La psicologia delle masse, ovvero come l’individuo diventa folla


Vi siete mai chiesti perché in stazione la gente si fermi tutta all’entrata del binario creando un tappo mentre potrebbero benissimo spalmarsi su tutto il marciapiede? O perché, anche di fronte alle prove schiaccianti, il tuo vicino di casa sia ancora convinto che la Terra sia piatta perché “se lo dicono tutti e lo dice Cristiano Malgioglio deve essere vero“?

Io sì. Soprattutto durante l’Euroflora.

Ad ogni modo, queste e tante altre domande fanno parte della psicologia delle masse, ovvero lo studio dei comportamenti di gruppi non organizzati o che presentano un’organizzazione temporanea in cui gli individui agiscono in modo simile senza avere rapporti tra loro.

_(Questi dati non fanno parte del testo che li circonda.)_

"""Every unit of the grammar against GNU units (Debian package units). Usage: gnu_units.py UNIT-TABLE"""
import subprocess
import sys

# Our spelling -> theirs, and the SI unit of the dimension. Spelled out so that a new unit must be added here.
SI = {"pressure": "Pa", "temperature": "K", "temperature difference": "K", "volume": "m^3", "length": "m", "mass": "kg",
      "fraction": "1", "volumes of gas": "1", "mass concentration": "kg/m^3", "amount concentration": "mol/m^3",
      "molality": "mol/kg", "mass fraction": "1", "Brix or Plato": "1", "volume fraction": "1",
      "density": "kg/m^3", "time": "s", "area": "m^2", "mass flow": "kg/s", "volume flow": "m^3/s",
      "normal volume flow of gas": "m^3/s", "rate": "1/s", "stretch": "1/Pa", "transmission of gas": "m^3/s"}
THEIRS = {"bar": "bar", "barg": "bar", "bara": "bar", "mbar": "mbar", "hPa": "hPa", "kPa": "kPa", "MPa": "MPa",
          "Pa": "Pa", "psi": "psi", "psig": "psi", "psia": "psi", "atm": "atm", "mmHg": "mmHg", "inHg": "inHg",
          "K": "K", "degC": "degC", "°C": "degC", "degF": "degF", "°F": "degF", "m3": "m^3", "m³": "m^3",
          "hL": "hL", "L": "L", "cL": "cL", "mL": "mL", "US gal": "usgallon", "US fl oz": "usfloz",
          "US bbl": "usbeerbarrel", "imp gal": "brgallon", "imp fl oz": "brfloz", "UK bbl": "36 brgallon",
          "m": "m", "cm": "cm", "mm": "mm", "in": "inch", "ft": "ft", "kg": "kg", "g": "g", "mg": "mg", "ug": "ug",
          "lb": "lb", "oz": "oz", "%": "percent", "vol": "1", "g/L": "g/L", "mg/L": "mg/L", "ug/L": "ug/L",
          "µg/L": "ug/L", "g/100 mL": "g/(100 mL)", "kg/hL": "kg/hL", "kg/m3": "kg/m^3", "g/mL": "g/mL",
          "g/cm3": "g/cm^3", "mol/L": "mol/L", "mmol/L": "mmol/L", "mol/kg": "mol/kg", "mmol/kg": "mmol/kg",
          "% w/w": "percent", "g/kg": "g/kg", "mg/kg": "mg/kg", "ppm": "1e-6", "ppb": "1e-9", "Brix": "percent",
          "°Brix": "percent", "°Bx": "percent", "Plato": "percent", "°P": "percent", "% v/v": "percent", "% vol": "percent", "s": "s",
          "min": "min", "h": "hour", "d": "day", "wk": "week", "m2": "m^2", "cm2": "cm^2", "kg/h": "kg/hour",
          "g/s": "g/s", "lb/h": "lb/hour", "m3/h": "m^3/hour", "hL/h": "hL/hour", "L/min": "L/min",
          "ft3/min": "ft^3/min", "m3/h normal": "m^3/hour", "1/s": "1/s", "1/min": "1/min", "1/h": "1/hour",
          "1/d": "1/day", "%/bar": "percent/bar", "%/psi": "percent/psi", "mL/d": "mL/day", "cm3/d": "cm^3/day",
          "uL/d": "uL/day"}


def units(have, want):
    out = subprocess.run(["units", "-t", "-o", "%.15g", have, want], capture_output=True, text=True, check=True,
                         env={"LC_ALL": "C.UTF-8", "PATH": "/usr/bin:/bin"}).stdout
    return float(out)


bad = []
seen = 0
for line in subprocess.run([sys.argv[1]], capture_output=True, text=True, check=True).stdout.splitlines():
    text, dimension, factor, offset = line.split("\t")
    factor, offset = float(factor), float(offset)
    seen += 1
    if text not in THEIRS:
        bad.append(f"{text}: not in this test")
        continue
    theirs = THEIRS[text]
    if dimension == "temperature":
        got = units("tempC(40)" if theirs == "degC" else "tempF(40)" if theirs == "degF" else "40 K", "K")
        ours = 40 * factor + offset
    else:
        got = units(theirs, SI[dimension])
        ours = factor
    # Digits of GNU units' output; mmHg and inHg there are by a rounded density of mercury.
    tolerance = 1e-6 if "Hg" in text else 1e-12
    if abs(ours / got - 1) > tolerance:
        bad.append(f"{text} ({dimension}): ours {ours!r}, GNU units {got!r}")
print("\n".join(bad) or f"{seen} units agree")
sys.exit(1 if bad or seen < 80 else 0)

Attenzione, perché in psicologia massa non equivale a gruppo.

La massa è un gruppo non organizzato, e i suoi membri agiscono in modo simile, ma senza conoscersi. Nell’esempio di prima è la folla dell’Euroflora che tenta di pigiarsi nel secondo vagone del treno per Genova Nervi quando tutti gli altri vagoni sono semivuoti. Vanno tutti in quel maledetto vagone, ma mica si conoscono.

Il gruppo implica, invece, il riconoscersi e l’essere riconosciuti da qualcun altro. I terrapiattisti, insomma.

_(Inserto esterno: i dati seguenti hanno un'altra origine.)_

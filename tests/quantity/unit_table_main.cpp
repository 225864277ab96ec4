// Prints the unit table for the comparison with GNU units.
#include <fmt/format.h>

#include "capsigh/quantity/grammar.hpp"

int main() {
  for (const auto& unit : capsigh::unit_table()) {
    fmt::print("{}\t{}\t{:.17g}\t{:.17g}\n", unit.text, capsigh::dimension_name(unit.dimension),
               unit.factor, unit.offset);
  }
}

Ma vi siete mai chiesti se le folle (o masse) siano buone o cattive? La psicologia se lo chiede all’incirca dagli inizi del ‘900.

Una folla irrazionale.

Nel lontano 1895, Gustave Le Bon scriveva “Psicologia delle folle, dipingendo un quadro alquanto grigio. L’antropologo/psicologo/sociologo francese, infatti, afferma che l’individuo, se posto in una massa di individui, diventi un barbaro in preda agli istinti, capace di commettere atti o esprimere opinioni contrarie a interessi personali, buon senso e abitudini. La folla è suggestionabile, superficiale e facilmente manipolabile. L’opinione forte, spesso diffusa da leader e capi carismatici, dilaga a macchia d’olio rendendo la massa omogenea e irrazionale. Tutti hanno la stessa opinione del leader, spesso estrema e dogmatica.

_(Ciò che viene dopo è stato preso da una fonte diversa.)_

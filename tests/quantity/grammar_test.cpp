#include <catch2/catch.hpp>

#include "capsigh/quantity/grammar.hpp"
#include "support.hpp"

using namespace capsigh;
using namespace capsigh::test;

namespace {

constexpr std::array kPressure{Dimension::pressure};
constexpr std::array kTemperature{Dimension::temperature};
constexpr std::array kContent{Dimension::gas_volumes, Dimension::mass_concentration,
                              Dimension::mass_fraction};

ParsedQuantity parsed(std::string_view text, std::span<const Dimension> dimensions) {
  const auto result = parse_quantity(text, {.dimensions = dimensions, .example = ""});
  INFO(text);
  REQUIRE(std::holds_alternative<ParsedQuantity>(result));
  return std::get<ParsedQuantity>(result);
}

std::string fault(std::string_view text, std::span<const Dimension> dimensions) {
  const auto result = parse_quantity(text, {.dimensions = dimensions, .example = ""});
  INFO(text);
  REQUIRE(std::holds_alternative<GrammarFault>(result));
  return std::get<GrammarFault>(result).code;
}

}  // namespace

TEST_CASE("grammar reads a pressure with reference and limit of error") {
  const auto q = parsed("2.3 bar gauge ± 0.05 bar", kPressure);
  CHECK(within_relative(q.value, 2.3e5, 1e-15));  // one multiplication
  CHECK(q.reference == Reference::gauge);
  REQUIRE(q.plus_minus);
  CHECK(within_relative(*q.plus_minus, 5e3, 1e-15));  // one multiplication
  CHECK(parsed("2.3 barg", kPressure).reference == Reference::gauge);
  CHECK(parsed("38 psia", kPressure).reference == Reference::absolute);
  CHECK(parsed("  2.0   bar   abs  ", kPressure).value == 2e5);
  CHECK(parsed("-0.2 bar gauge", kPressure).value == -2e4);
}

TEST_CASE("grammar keeps temperature points and differences apart") {
  CHECK(parsed("4 degC ± 0.3 K", kTemperature).value == 277.15);
  CHECK(parsed("4 °C ± 0.3 °C", kTemperature).plus_minus == 0.3);
  // 39.2 °F is 4 °C; a difference of 1.8 °F is 1 K. The tolerance is rounding only.
  CHECK(within_relative(parsed("39.2 degF", kTemperature).value, 277.15, 1e-14));
  CHECK(within_relative(*parsed("39.2 degF +/- 1.8 degF", kTemperature).plus_minus, 1.0, 1e-14));
}

TEST_CASE("grammar reads contents in every measure") {
  CHECK(parsed("3.70 vol ± 0.10 vol", kContent).dimension == Dimension::gas_volumes);
  CHECK(within_relative(parsed("7.3 g/L", kContent).value, 7.3, 1e-15));
  CHECK(within_relative(parsed("0.5 % w/w", kContent).value, 5e-3, 1e-15));
  CHECK(within_relative(parsed("0.6 g/100 mL", kContent).value, 6.0, 1e-15));
}

TEST_CASE("grammar names what is wrong") {
  CHECK(fault("2.3 bar", kPressure) == "pressure-reference-missing");
  CHECK(fault("2,3 bar gauge", kPressure) == "decimal-comma");
  CHECK(fault("bar gauge", kPressure) == "number-missing");
  CHECK(fault("", kPressure) == "number-missing");
  CHECK(fault("nan bar gauge", kPressure) == "number-missing");
  CHECK(fault("inf bar gauge", kPressure) == "number-missing");
  CHECK(fault("1e999 bar gauge", kPressure) == "number-out-of-range");
  CHECK(fault("1e308 bar gauge", kPressure) == "number-out-of-range");
  CHECK(fault("2.3", kPressure) == "unit-missing");
  CHECK(fault("2.3 barg abs", kPressure) == "reference-contradicts");
  CHECK(fault("30 psia gauge", kPressure) == "reference-contradicts");
  CHECK(fault("4 °", kTemperature) == "degree-of-what");
  CHECK(fault("4 degC Â± 0.3 K", kTemperature) == "plus-minus-broken");
  CHECK(fault("4 degC +- 0.3 K", kTemperature) == "plus-minus-broken");
  CHECK(fault("4 degC ? 0.3 K", kTemperature) == "plus-minus-broken");
  CHECK(fault("2.3 baar gauge", kPressure) == "unit-unknown");
  CHECK(fault("2.3 degC", kPressure) == "unit-wrong-kind");
  CHECK(fault("4 degC gauge", kTemperature) == "reference-misplaced");
  CHECK(fault("4 degC ± 0 K", kTemperature) == "plus-minus-not-positive");
  CHECK(fault("4 degC ± 0.3", kTemperature) == "unit-missing");
  CHECK(fault("4 degC ± 0.3 bar", kTemperature) == "unit-wrong-kind");
  CHECK(fault("4 degC ± 0.3 K ± 1 K", kTemperature) == "text-left-over");
}

TEST_CASE("grammar reads pipe sizes") {
  constexpr std::array length{Dimension::length};
  CHECK(within_relative(parsed("3/4 in", length).value, 0.01905, 1e-15));
  CHECK(fault("3/0 in", length) == "unit-unknown");
}

TEST_CASE("every unit round trips") {
  for (const auto& unit : unit_table()) {
    for (const double number : {-40.0, 0.0, 0.37, 12.5, 1013.25}) {
      const double si = number * unit.factor + unit.offset;
      // Rounding of the offset's size only.
      CHECK(std::abs(in_unit(si, unit) - number) <= 1e-12 * (std::abs(number) + 1000));
    }
  }
}

TEST_CASE("value and uncertainty are rounded together (JCGM 100, 7.2.6)") {
  const auto check = [](double value, double u, std::string_view v, std::string_view pm) {
    const auto r = rounded(value, u);
    CHECK(r.value == v);
    CHECK(r.plus_minus == pm);
  };
  check(3.70123, 0.10512, "3.70", "0.11");
  check(10.05762, 0.027, "10.058", "0.027");  // the guide's own numbers: 10,057 62 Ω, 27 mΩ
  check(3.70123, 0.0996, "3.70", "0.10");
  check(1234.5, 132, "1230", "130");
  check(-0.0001, 0.02, "0.000", "0.020");
  check(2.0, 0, "2.000", "");
}

TEST_CASE("numbers are printed without surprises") {
  CHECK(significant(-0.00004, 3) == "-4.00e-05");
  CHECK(significant(0.0, 4) == "0.000");
  CHECK(significant(999.96, 4) == "1000");
  CHECK(for_machines(0.1 + 0.2) == 0.3);
  CHECK(for_machines(-0.0) == 0);
}

TEST_CASE("limits are rounded so that they never widen") {
  CHECK(rounded_up(3.67912, 0.0813) == "3.680");
  CHECK(rounded_down(3.72088, 0.0813) == "3.720");
  CHECK(rounded_up(3.68, 0.081) == "3.680");
  CHECK(rounded_down(3.68, 0.081) == "3.680");
  CHECK(rounded_down(0.1466, 0.1466) == "0.14");
  CHECK(rounded_up(1234.5, 230) == "1240");
  CHECK(rounded_down(-1.2345, 0.11) == "-1.24");
}

TEST_CASE("what people write for times, areas and flows is led to the unit") {
  const auto meant = [](const std::string& text, Dimension d) {
    const std::array only{d};
    const auto parsed = parse_quantity(text, {.dimensions = only, .example = ""});
    const auto* fault = std::get_if<GrammarFault>(&parsed);
    return fault == nullptr ? std::string() : fault->message;
  };
  CHECK(meant("2 hours", Dimension::duration).find("'h'") != std::string::npos);
  CHECK(meant("3 weeks", Dimension::duration).find("'wk'") != std::string::npos);
  CHECK(meant("20 cm²", Dimension::area).find("'cm2'") != std::string::npos);
  CHECK(meant("120 hl/h", Dimension::volume_flow).find("'hL/h'") != std::string::npos);
  CHECK(meant("12 wk", Dimension::duration).empty());
}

La massa crea quindi un inconscio collettivo, che il carissimo Carl Gustav Jung ha tanto amato, dove l’individuo è deresponsabilizzato e può quindi compiere atti altrimenti impensabili se preso da solo.

In sostanza, Le Bon è stato il primo a teorizzare l’esistenza dei pecoroni. Fosse vissuto ai tempi di Facebook avrebbe fatto i miliardi.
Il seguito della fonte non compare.